◆ **What the exercise asks**: Look through the material below. Copy each line that contains the string "argv".
Data records START
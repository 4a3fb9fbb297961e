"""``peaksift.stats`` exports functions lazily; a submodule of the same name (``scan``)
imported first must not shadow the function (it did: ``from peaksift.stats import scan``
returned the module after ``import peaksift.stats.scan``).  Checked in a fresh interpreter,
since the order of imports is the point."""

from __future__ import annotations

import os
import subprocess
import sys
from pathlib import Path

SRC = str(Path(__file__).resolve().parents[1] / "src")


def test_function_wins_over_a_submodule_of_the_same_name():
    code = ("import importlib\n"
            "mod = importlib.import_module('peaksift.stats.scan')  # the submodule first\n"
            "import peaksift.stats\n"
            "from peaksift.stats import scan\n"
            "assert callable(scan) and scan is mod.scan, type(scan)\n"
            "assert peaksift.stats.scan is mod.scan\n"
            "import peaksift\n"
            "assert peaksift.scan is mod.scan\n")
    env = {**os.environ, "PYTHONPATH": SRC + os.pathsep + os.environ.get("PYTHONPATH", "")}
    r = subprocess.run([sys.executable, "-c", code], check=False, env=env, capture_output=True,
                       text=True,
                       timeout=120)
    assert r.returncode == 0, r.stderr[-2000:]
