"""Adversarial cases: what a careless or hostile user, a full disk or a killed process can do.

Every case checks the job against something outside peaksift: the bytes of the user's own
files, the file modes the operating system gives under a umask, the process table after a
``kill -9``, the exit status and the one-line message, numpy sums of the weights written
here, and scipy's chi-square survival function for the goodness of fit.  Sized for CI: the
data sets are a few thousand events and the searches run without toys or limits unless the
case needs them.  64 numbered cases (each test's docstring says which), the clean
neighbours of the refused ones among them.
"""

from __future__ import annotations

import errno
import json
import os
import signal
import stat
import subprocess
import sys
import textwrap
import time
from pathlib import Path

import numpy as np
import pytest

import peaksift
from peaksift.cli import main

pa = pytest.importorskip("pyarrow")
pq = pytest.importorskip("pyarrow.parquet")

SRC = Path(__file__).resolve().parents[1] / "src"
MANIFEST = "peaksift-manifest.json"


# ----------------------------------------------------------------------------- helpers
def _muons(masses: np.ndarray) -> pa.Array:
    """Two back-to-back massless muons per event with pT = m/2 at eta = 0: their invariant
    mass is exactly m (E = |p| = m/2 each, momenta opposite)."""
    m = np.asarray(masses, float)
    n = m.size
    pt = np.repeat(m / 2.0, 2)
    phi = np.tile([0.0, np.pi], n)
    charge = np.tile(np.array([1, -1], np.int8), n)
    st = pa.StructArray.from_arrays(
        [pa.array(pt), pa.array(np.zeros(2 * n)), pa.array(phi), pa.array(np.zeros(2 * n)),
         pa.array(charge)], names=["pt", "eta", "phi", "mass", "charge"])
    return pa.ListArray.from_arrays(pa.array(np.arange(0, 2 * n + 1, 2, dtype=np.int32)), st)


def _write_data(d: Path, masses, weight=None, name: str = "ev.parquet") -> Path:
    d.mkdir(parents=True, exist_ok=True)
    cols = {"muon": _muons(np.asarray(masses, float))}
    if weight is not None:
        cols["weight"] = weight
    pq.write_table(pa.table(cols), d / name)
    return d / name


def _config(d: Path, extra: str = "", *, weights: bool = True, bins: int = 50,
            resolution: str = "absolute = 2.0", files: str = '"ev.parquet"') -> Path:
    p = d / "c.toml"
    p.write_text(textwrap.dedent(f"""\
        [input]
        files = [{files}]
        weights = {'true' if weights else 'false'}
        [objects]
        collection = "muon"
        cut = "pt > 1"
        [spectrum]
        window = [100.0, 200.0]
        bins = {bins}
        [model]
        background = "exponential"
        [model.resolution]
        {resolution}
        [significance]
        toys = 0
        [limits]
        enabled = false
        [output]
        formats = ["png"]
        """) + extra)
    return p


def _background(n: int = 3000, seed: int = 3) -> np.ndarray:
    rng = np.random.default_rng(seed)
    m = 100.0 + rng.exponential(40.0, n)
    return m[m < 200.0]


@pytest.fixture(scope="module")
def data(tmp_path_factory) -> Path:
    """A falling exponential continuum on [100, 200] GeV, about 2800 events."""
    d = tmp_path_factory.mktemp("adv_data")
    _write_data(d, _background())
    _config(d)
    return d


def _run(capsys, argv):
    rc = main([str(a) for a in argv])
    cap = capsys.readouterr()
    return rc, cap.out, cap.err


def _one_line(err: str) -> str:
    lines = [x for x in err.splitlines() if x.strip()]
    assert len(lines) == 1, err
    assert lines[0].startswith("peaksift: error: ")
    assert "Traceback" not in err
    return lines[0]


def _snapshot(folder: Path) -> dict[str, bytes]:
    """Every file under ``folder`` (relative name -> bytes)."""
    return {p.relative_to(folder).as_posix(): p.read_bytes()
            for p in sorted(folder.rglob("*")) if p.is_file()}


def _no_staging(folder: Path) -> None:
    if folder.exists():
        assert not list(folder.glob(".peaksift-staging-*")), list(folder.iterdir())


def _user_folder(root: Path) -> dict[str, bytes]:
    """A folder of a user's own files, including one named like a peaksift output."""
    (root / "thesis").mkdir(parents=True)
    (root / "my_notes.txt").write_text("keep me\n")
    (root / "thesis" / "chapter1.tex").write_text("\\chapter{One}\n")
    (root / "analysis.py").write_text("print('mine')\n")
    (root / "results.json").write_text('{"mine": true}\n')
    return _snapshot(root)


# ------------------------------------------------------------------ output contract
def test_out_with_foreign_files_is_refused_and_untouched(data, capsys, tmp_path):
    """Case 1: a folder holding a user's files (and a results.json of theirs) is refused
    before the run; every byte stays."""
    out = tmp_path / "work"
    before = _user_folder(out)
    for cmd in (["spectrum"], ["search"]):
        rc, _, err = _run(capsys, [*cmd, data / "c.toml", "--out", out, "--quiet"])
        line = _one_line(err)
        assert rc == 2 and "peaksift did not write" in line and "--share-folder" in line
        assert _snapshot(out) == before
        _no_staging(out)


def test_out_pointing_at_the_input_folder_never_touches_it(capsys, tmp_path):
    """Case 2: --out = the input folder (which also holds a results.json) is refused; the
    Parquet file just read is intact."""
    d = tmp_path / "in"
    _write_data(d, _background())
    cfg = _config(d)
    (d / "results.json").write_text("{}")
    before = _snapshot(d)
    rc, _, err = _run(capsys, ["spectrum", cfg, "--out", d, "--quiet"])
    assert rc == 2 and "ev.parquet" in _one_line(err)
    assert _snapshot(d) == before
Data records END
Data records START
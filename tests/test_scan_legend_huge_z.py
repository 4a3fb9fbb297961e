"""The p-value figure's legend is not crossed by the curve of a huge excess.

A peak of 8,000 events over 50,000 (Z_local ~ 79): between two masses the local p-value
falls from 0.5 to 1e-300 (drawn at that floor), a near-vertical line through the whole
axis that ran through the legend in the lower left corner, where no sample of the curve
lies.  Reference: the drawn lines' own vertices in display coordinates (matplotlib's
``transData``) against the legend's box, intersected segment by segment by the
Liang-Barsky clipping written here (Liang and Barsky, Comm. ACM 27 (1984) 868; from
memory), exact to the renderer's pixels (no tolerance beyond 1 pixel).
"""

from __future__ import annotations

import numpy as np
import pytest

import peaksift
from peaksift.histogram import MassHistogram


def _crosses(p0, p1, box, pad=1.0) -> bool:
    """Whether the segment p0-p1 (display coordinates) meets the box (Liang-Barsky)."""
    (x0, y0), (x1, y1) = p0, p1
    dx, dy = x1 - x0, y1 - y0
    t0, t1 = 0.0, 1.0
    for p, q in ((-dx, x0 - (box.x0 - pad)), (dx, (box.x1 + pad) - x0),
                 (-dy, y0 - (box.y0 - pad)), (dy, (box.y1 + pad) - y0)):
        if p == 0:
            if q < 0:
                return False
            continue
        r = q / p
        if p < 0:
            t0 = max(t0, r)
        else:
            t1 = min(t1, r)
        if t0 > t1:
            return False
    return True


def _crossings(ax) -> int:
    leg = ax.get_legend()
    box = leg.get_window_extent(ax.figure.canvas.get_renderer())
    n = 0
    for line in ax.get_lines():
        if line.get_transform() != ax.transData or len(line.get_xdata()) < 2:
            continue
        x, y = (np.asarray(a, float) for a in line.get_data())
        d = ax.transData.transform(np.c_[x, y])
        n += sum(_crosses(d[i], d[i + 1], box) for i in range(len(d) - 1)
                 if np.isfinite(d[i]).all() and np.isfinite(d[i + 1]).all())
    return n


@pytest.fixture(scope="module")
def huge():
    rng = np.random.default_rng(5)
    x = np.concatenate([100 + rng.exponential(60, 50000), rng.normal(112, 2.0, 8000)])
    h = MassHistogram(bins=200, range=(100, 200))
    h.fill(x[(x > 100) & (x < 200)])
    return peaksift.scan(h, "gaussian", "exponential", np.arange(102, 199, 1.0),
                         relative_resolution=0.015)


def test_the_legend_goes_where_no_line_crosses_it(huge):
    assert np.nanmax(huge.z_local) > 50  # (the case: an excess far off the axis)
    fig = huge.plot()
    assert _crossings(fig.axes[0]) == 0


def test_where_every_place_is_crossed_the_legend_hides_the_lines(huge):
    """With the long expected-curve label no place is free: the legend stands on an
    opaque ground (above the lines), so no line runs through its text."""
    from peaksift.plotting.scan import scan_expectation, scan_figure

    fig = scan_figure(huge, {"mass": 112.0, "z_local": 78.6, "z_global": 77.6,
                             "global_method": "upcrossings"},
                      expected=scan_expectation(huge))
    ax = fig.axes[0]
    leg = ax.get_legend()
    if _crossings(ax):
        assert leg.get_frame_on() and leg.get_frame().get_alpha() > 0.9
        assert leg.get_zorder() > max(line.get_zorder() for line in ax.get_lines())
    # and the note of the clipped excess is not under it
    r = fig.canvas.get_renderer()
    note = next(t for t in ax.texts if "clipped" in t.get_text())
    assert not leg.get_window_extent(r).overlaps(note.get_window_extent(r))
Data records END
◆ **Answer to this problem**:
def _run(capsys, argv):
    rc = main([str(a) for a in argv])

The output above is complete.